Crepitus (mythology) - in Baudelaire

In Baudelaire

Baudelaire criticised both the need of religion and the mediocrity of neopagan artists in a text entitled "L'École païenne" ("The Pagan School"):

Pastiche ! pastiche ! Vous avez sans doute perdu votre âme quelque part, dans quelque mauvais endroit, pour que vous couriez ainsi à travers le passé comme des corps vides pour en ramasser une de rencontre dans les détritus anciens ? Qu'attendez-vous du ciel ou de la sottise du public ? Une fortune suffisante pour élever dans vos mansardes des autels à Priape et à Bacchus ? Les plus logiques d'entre vous seront les plus cyniques.
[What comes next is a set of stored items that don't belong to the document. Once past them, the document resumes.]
def default_window_m(
    scenario: Scenario,
    plane: Plane,
    half_extent_m: float,
    keepouts: Sequence[KeepoutResult] = (),
) -> tuple[tuple[float, float], float]:
    """The map centre and half-height: square, or cut down on a vertical plane over a floor.

    On a plane whose second axis is the vertical, a horizontal reflector below the
    centre (a floor) would leave much of a square map underground or in empty air
    high above a horizontal beam.  The window then runs from a little below the floor
    (a tenth of the height) to 1.25 times the largest keep-out radius above the
    centre (at least 2 m, and above every named place), never beyond the square.

    Returns
    -------
    centre_st_m : tuple of float
        Map centre in plane coordinates [m].
    half_height_m : float
        Half the map's extent along the plane's second axis [m].
    """
    cs, ct = plane.centre_st_m
    square = ((cs, ct), half_extent_m)
    if float(plane.v[2]) < 0.99:
        return square
    base_t = float(plane.ref_m @ plane.v)
    floors = [
        float(r.point_m[2]) - base_t
        for r in scenario.reflectors
        if object_corners(r) is None  # an unbounded plane: a table top is not a floor
        and float(np.asarray(r.normal)[2]) > 0.99
        and float(r.point_m[2]) - base_t < ct
    ]
    if not floors:
        return square
    floor = max(floors)
    reach = max((k.recommended_distance_m for k in keepouts), default=0.0)
    top = ct + max(MIN_HALF_EXTENT_M, 1.25 * reach)
    if scenario.points:
        top = max(top, max(float(p.position_m[2]) - base_t for p in scenario.points) + 0.5)
    top = min(top, ct + half_extent_m)
    bottom = max(ct - half_extent_m, floor - 0.1 * (top - floor))
    half_height = min(half_extent_m, (top - bottom) / 2)
    return (cs, bottom + half_height), half_height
Ils en élèveront au dieu Crepitus.
"Pastiche! pastiche! You must have all surely lost your soul somewhere, in some bad place, to be thus running now through the past as emptied carcasses, trying to pick one up from the ancient detritus on stumbling on it by haphazard. Have you not? What are you expecting of the heavens or the folly of the public? Could it be a fortune swollen enough to raise altars to Priapus and Bacchus upon your mansard roofs? The most sane amongst you shall be those most cynical: they shall raise it in honour of the god Crepitus."